QiG revenue for the first quarter of 2015 increased $4.4 million in comparison to the prior year first quarter. Sales for the first quarter of 2015 include $3.9 million from CCC Medical Devices, which was acquired in August 2014. On an organic constant currency basis, QiG revenue for the first quarter of 2015 increased $0.5 million or 71% due to new product launches including a limited release of our Algovita SCS system in Europe.
Financial Guidance |
We are estimating the following for 2015: |
| |
Sales | $715 - $730 million |
| |
GAAP Operating Income as a % of Sales | 10.7% - 11.0% |
Adjusted Operating Income as a % of Sales | 13.7% - 14.0% |
| |
Capital Expenditures | $40 - $50 million |
| |
GAAP Effective Tax Rate | ~25% |
Adjusted Effective Tax Rate | ~26% |
| |
GAAP Diluted EPS | $2.02 - $2.12 |
Adjusted Diluted EPS | $2.61 - $2.71 |
Diluted Weighted Average Shares | 26,500,000 |
Adjusted operating income for 2015 is expected to consist of GAAP operating income excluding items such as acquisition, consolidation, integration, and asset disposition/write-down charges totaling approximately $22 million. The after tax impact of these items is estimated to be $14 million or approximately $0.53 per diluted share. Adjusted diluted EPS also includes the benefit of the Federal R&D tax credit of approximately $0.06 per diluted share which has not yet been enacted for 2015. This guidance includes the impact of Algostim as if we will continue to run it through the end of the year. We have not adjusted our guidance for deal related costs for the proposed spin-off, which is estimated to be $8 million to $12 million.
Conference Call
The Company will host a conference call on Thursday, April 30, 2015 at 5:00 p.m. E.T. to discuss these results. The scheduled conference call will be webcast live and is accessible through the Company's website at www.greatbatch.com or by dialing 866-953-6860 and the participant passcode is 70596348. An audio replay will also be available beginning from 9:00 p.m. E.T. on April 30, 2015 until May 7, 2015. To access the replay, dial 888-286-8010 and enter the pass code 72045277.
About Greatbatch, Inc.
Greatbatch, Inc. (NYSE:GB) provides top-quality technologies to industries that depend on reliable, long-lasting performance through its brands Greatbatch Medical, Electrochem and QiG Group. The company develops and manufactures critical medical device technologies for the cardiac, neuromodulation, vascular and orthopaedic markets; and batteries for high-end niche applications in the portable medical, energy, military, and environmental markets. Additional information is available at www.greatbatch.com.

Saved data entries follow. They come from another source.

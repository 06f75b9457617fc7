"""Prices of all strikes from a local volatility table, by Dupire's forward equation: no simulation."""

from __future__ import annotations

from collections.abc import Sequence

import numpy as np
from numpy.typing import ArrayLike, NDArray

from pricer.market.black import implied_deviation
from pricer.market.local_vol_surface import LocalVolSurface

Array = NDArray[np.float64]

#: Points in log-strike, dense at the forward; steps per cell of the table.
POINTS, STEPS = 1001, 4
#: The grid's reach in standard deviations of the last time. Steep put wings are worth something that far out: with 9
#: they came back 0.03 vol points off at 10 delta.
REACH = 20.0
#: Steps of the first cell, where the calls still have their kink.
FIRST_STEPS = 64


def model_volatilities(
    local: LocalVolSurface, log_moneyness: Sequence[ArrayLike], times: Sequence[float]
) -> tuple[Array, ...]:
    """Implied volatilities of the model at ``log_moneyness`` (n,) of each of the ``times``, arrays (n,).

    Raises as :func:`model_calls`.
    """
    strikes = [np.asarray(k, dtype=float) for k in log_moneyness]
    return tuple(
        implied_deviation(k, calls) / np.sqrt(time)
        for k, calls, time in zip(strikes, model_calls(local, strikes, times), times, strict=True)
    )


def model_calls(
    local: LocalVolSurface, log_moneyness: Sequence[ArrayLike], times: Sequence[float]
) -> tuple[Array, ...]:
    """Calls on X of strikes ``exp(log_moneyness)`` (n,) at each of the ``times`` under the model, arrays (n,).

    Calls of strike ``exp(k)`` obey ``c_t = sigma(k, t)^2 / 2 (c_kk - c_k)``, ``c = (1 - exp(k))+`` at
    first (Dupire 1994). Crank-Nicolson in time, the first cell by implicit Euler, which damps the kink (Rannacher
    1984). Raises ValueError unless there are strikes for each time and times increase from above 0.
    """
    from pricer.market.forward_kernel import march  # numba is needed only from here on

    if len(log_moneyness) != len(times) or not times or np.any(np.diff((0.0, *times)) <= 0.0):
        raise ValueError("the forward equation needs strikes for each of some increasing times above 0")
    ends = np.union1d(local.times[(local.times > 0.0) & (local.times < times[-1])], times)
    scale, places = _places(local, times)
    k = scale * np.sinh(places)
    below, above = np.diff(k)[:-1], np.diff(k)[1:]
    # Three-point weights of c_kk - c_k on uneven spacing, exact for parabolas.
    down, up = np.zeros(k.size), np.zeros(k.size)
    down[1:-1], up[1:-1] = (2.0 + above) / (below * (below + above)), (2.0 - below) / (above * (below + above))
    cells = local.cell(ends)
    found = np.empty((ends.size, k.size))
    table = local.values[cells], local.lowest[cells], local.spacing[cells]
    march(np.maximum(-np.expm1(k), 0.0), k, down, up, *table, np.diff(ends, prepend=0.0), FIRST_STEPS, STEPS, found)
    rows = found[np.searchsorted(ends, times)]
    return tuple(
        _between(row, (np.arcsinh(np.asarray(strikes, dtype=float) / scale) - places[0]) / (places[1] - places[0]))
        for row, strikes in zip(rows, log_moneyness, strict=True)
    )


def _places(local: LocalVolSurface, times: Sequence[float]) -> tuple[float, Array]:
    """Even places u of log-strikes ``scale sinh(u)``: dense within half a deviation at the first time."""
    first, last = (float(local.widths[int(local.cell(time))]) for time in (times[0], times[-1]))
    scale = 0.5 * first
    edge = float(np.arcsinh(REACH * last / scale))
    return scale, np.linspace(-edge, edge, POINTS)


def _between(values: Array, x: Array) -> Array:
    """The cubic through the four of even ``values`` (n,) around each index ``x``, which lies within them."""
    j = np.clip(x.astype(np.intp), 1, values.size - 3)
    u = x - j
    a, b, c, d = (values[j + step] for step in (-1, 0, 1, 2))
    out: Array = (
        b * (u + 1.0) * (1.0 - u) * (2.0 - u) / 2.0
        + c * (u + 1.0) * u * (2.0 - u) / 2.0
        - u * (1.0 - u) * (a * (2.0 - u) + d * (u + 1.0)) / 6.0
    )
    return out
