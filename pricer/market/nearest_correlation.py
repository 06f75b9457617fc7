"""The correlation matrix nearest to a symmetric matrix."""

from __future__ import annotations

import numpy as np
from numpy.typing import NDArray

#: Largest deviation of the diagonal from 1, relative to the matrix's size, at which the iteration stops.
TOLERANCE = 1e-12

_MAX_STEPS = 200
_SUFFICIENT_DECREASE = 1e-4


def nearest_correlation(matrix: NDArray[np.float64]) -> NDArray[np.float64]:
    """The correlation matrix with the least Frobenius distance from ``matrix``: (n, n) to (n, n).

    ``matrix`` is symmetric; its diagonal and the size of its entries are free. The result
    has a unit diagonal exactly, and eigenvalues that are not negative except for rounding
    (most often several are 0).

    The problem is that of Higham (2002); it is solved by the regularised Newton method of
    Qi & Sun (2006) on its dual, ``min over y of |(A + diag y)+|^2 / 2 - sum(y)``, whose
    gradient ``diag (A + diag y)+ - 1`` vanishes at the solution ``(A + diag y)+``.

    Raises ValueError for a matrix that is not square, symmetric and finite, and
    ArithmeticError if the iteration does not converge.
    """
    a = np.array(matrix, dtype=float)
    n = a.shape[0]
    if a.shape != (n, n) or not np.all(np.isfinite(a)) or not np.allclose(a, a.T, rtol=0.0, atol=1e-10):
        raise ValueError("the nearest correlation matrix exists for square, symmetric, finite matrices")
    a = 0.5 * (a + a.T)
    scale = max(1.0, float(np.abs(a).max()))
    point = _Dual(a, 1.0 - np.diag(a))
    for _ in range(_MAX_STEPS):
        if point.error <= TOLERANCE * scale:
            return with_unit_diagonal(point.positive_part())
        point = _step(a, point)
    raise ArithmeticError(
        f"no nearest correlation matrix found in {_MAX_STEPS} steps: the diagonal is still off by {point.error:.1e}"
    )


class _Dual:
    """The dual function at one point ``y`` (n,): value, gradient (n,) and the spectrum they come from."""

    def __init__(self, a: NDArray[np.float64], y: NDArray[np.float64]) -> None:
        self.y = y
        self.eigenvalues, self.vectors = np.linalg.eigh(a + np.diag(y))
        self.positive = np.maximum(self.eigenvalues, 0.0)
        self.value = 0.5 * float(self.positive @ self.positive) - float(y.sum())
        self.gradient: NDArray[np.float64] = (self.vectors**2) @ self.positive - 1.0
        self.error = float(np.abs(self.gradient).max())

    def positive_part(self) -> NDArray[np.float64]:
        out: NDArray[np.float64] = (self.vectors * self.positive) @ self.vectors.T
        return out


def _step(a: NDArray[np.float64], point: _Dual) -> _Dual:
    direction = _newton_direction(point)
    slope = float(point.gradient @ direction)
    length = 1.0
    while length > 1e-12:
        new = _Dual(a, point.y + length * direction)
        # Near the solution the value no longer changes in the last digit, but the gradient still does.
        if new.value <= point.value + _SUFFICIENT_DECREASE * length * slope or new.error <= 0.5 * point.error:
            return new
        length *= 0.5
    raise ArithmeticError(
        f"no descent towards the nearest correlation matrix: the diagonal is off by {point.error:.1e}"
    )


def _newton_direction(point: _Dual) -> NDArray[np.float64]:
    """Solves the generalised Hessian's system by preconditioned conjugate gradients (Qi & Sun 2006, sections 3, 5)."""
    vectors, weights = point.vectors, _hessian_weights(point.eigenvalues)
    ridge = min(1e-3, 0.1 * point.error)
    squares = vectors**2
    diagonal = np.maximum(np.einsum("ik,kl,il->i", squares, weights, squares, optimize=True), 1e-8) + ridge

    def hessian(h: NDArray[np.float64]) -> NDArray[np.float64]:
        inner = weights * (vectors.T @ (h[:, None] * vectors))
        out: NDArray[np.float64] = np.einsum("ik,kl,il->i", vectors, inner, vectors, optimize=True) + ridge * h
        return out

    direction = np.zeros_like(point.gradient)
    residual = -point.gradient
    target = min(1e-2, point.error) * float(np.linalg.norm(residual))
    conditioned = residual / diagonal
    search = conditioned.copy()
    product = float(residual @ conditioned)
    for _ in range(2 * len(residual) + 20):
        image = hessian(search)
        length = product / float(search @ image)
        direction += length * search
        residual = residual - length * image
        if float(np.linalg.norm(residual)) <= target:
            break
        conditioned = residual / diagonal
        product, previous = float(residual @ conditioned), product
        search = conditioned + (product / previous) * search
    return direction


def _hessian_weights(eigenvalues: NDArray[np.float64]) -> NDArray[np.float64]:
    """Divided differences of ``max(x, 0)`` at the eigenvalues: 1, 0, or in between for mixed signs: (n, n)."""
    positive = np.maximum(eigenvalues, 0.0)
    kept = eigenvalues > 0.0
    gap = eigenvalues[:, None] - eigenvalues[None, :]
    mixed = kept[:, None] != kept[None, :]
    ratio = np.divide(positive[:, None] - positive[None, :], gap, out=np.zeros_like(gap), where=mixed)
    out: NDArray[np.float64] = np.where(mixed, ratio, np.where(kept[:, None] & kept[None, :], 1.0, 0.0))
    return out


def with_unit_diagonal(matrix: NDArray[np.float64]) -> NDArray[np.float64]:
    """A covariance matrix scaled to the correlation matrix it implies: (n, n) to (n, n)."""
    scale = np.sqrt(np.diag(matrix))
    out: NDArray[np.float64] = matrix / np.outer(scale, scale)
    out = 0.5 * (out + out.T)
    np.fill_diagonal(out, 1.0)
    return out
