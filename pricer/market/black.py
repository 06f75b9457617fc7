"""Calls on a lognormal variable of forward 1: price, vega, and the volatility behind a price."""

from __future__ import annotations

import numpy as np
from numpy.typing import ArrayLike, NDArray
from scipy.special import ndtr

Array = NDArray[np.float64]


def call(k: ArrayLike, deviation: ArrayLike) -> Array:
    """Undiscounted call of strike ``exp(k)`` on a lognormal X of mean 1; ``deviation`` > 0 of log X (Black 1976)."""
    k, deviation = np.asarray(k, dtype=float), np.asarray(deviation, dtype=float)
    d = -k / deviation + 0.5 * deviation
    out: Array = ndtr(d) - np.exp(k) * ndtr(d - deviation)
    return out


def vega(k: ArrayLike, deviation: ArrayLike) -> Array:
    """Derivative of :func:`call` in ``deviation``."""
    k, deviation = np.asarray(k, dtype=float), np.asarray(deviation, dtype=float)
    d = -k / deviation + 0.5 * deviation
    out: Array = np.exp(-0.5 * d * d) / np.sqrt(2.0 * np.pi)
    return out


def implied_deviation(k: ArrayLike, price: ArrayLike) -> Array:
    """The deviation at which :func:`call` is ``price``; NaN outside the arbitrage bounds.

    Works on the out-of-the-money option, so that deep strikes keep their digits as far as the price has them.
    """
    k, price = np.broadcast_arrays(np.asarray(k, dtype=float), np.asarray(price, dtype=float))
    return deviation_of_time_value(k, price - np.maximum(-np.expm1(k), 0.0))


def deviation_of_time_value(k: ArrayLike, value: ArrayLike) -> Array:
    """The deviation at which :func:`out_of_the_money` is ``value``, by bisection; NaN outside the arbitrage bounds."""
    k, value = np.broadcast_arrays(np.asarray(k, dtype=float), np.asarray(value, dtype=float))
    low, high = np.full(k.shape, 1e-8), np.full(k.shape, 10.0)
    for _ in range(60):
        middle = 0.5 * (low + high)
        above = out_of_the_money(k, middle) > value
        low, high = np.where(above, low, middle), np.where(above, middle, high)
    inside = (value >= 0.0) & (value < np.exp(np.minimum(k, 0.0)))
    return np.where(inside, 0.5 * (low + high), np.nan)


def out_of_the_money(k: Array, deviation: Array) -> Array:
    """The call less its intrinsic value: itself for k >= 0, else the put."""
    d = -k / deviation + 0.5 * deviation
    calls = ndtr(d) - np.exp(k) * ndtr(d - deviation)
    puts = np.exp(k) * ndtr(deviation - d) - ndtr(-d)
    return np.where(k >= 0.0, calls, puts)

Use of Non-GAAP Financial Information
In addition to our results reported in accordance with generally accepted accounting principles ("GAAP"), we provide adjusted operating income and margin, adjusted net income, adjusted earnings per diluted share, adjusted EBITDA and organic constant currency sales growth rates. These adjusted amounts, other than adjusted EBITDA and organic constant currency sales growth rates, consist of GAAP amounts adjusted for the following to the extent occurring during the period: (i) acquisition-related charges, (ii) facility consolidation, optimization, manufacturing transfer and system integration charges, (iii) asset write-down and disposition charges, (iv) charges in connection with corporate realignments or a reduction in force (v) litigation charges and gains, (vi) the impact of certain non-cash charges to interest expense, (vii) unusual or infrequently occurring items, (viii) gain/loss on the sale of investments, (ix) the income tax (benefit) related to these adjustments and (x) certain tax items related to the Federal R&D Tax Credit which are outside the normal benefit received. Adjusted earnings per diluted share were calculated by dividing adjusted net income by diluted weighted average shares outstanding. Adjusted EBITDA consists of adjusted operating income plus GAAP depreciation and amortization less adjustments included in GAAP depreciation and amortization already excluded from adjusted operating income. To calculate organic constant currency sales growth rates, which exclude the impact of changes in foreign currency exchange rates, as well as the impact of any acquisitions or divestitures of product lines on sales growth rates, we convert current period sales from local currency to U.S. dollars using the previous periods' foreign currency exchange rates and exclude the amount of sales acquired/divested during the period from the current/previous period amounts, respectively. We believe that the presentation of adjusted operating income and margin, adjusted net income, adjusted diluted earnings per share, adjusted EBITDA and organic constant currency sales growth rates provides important supplemental information to management and investors seeking to understand the financial and business trends relating to our financial condition and results of operations.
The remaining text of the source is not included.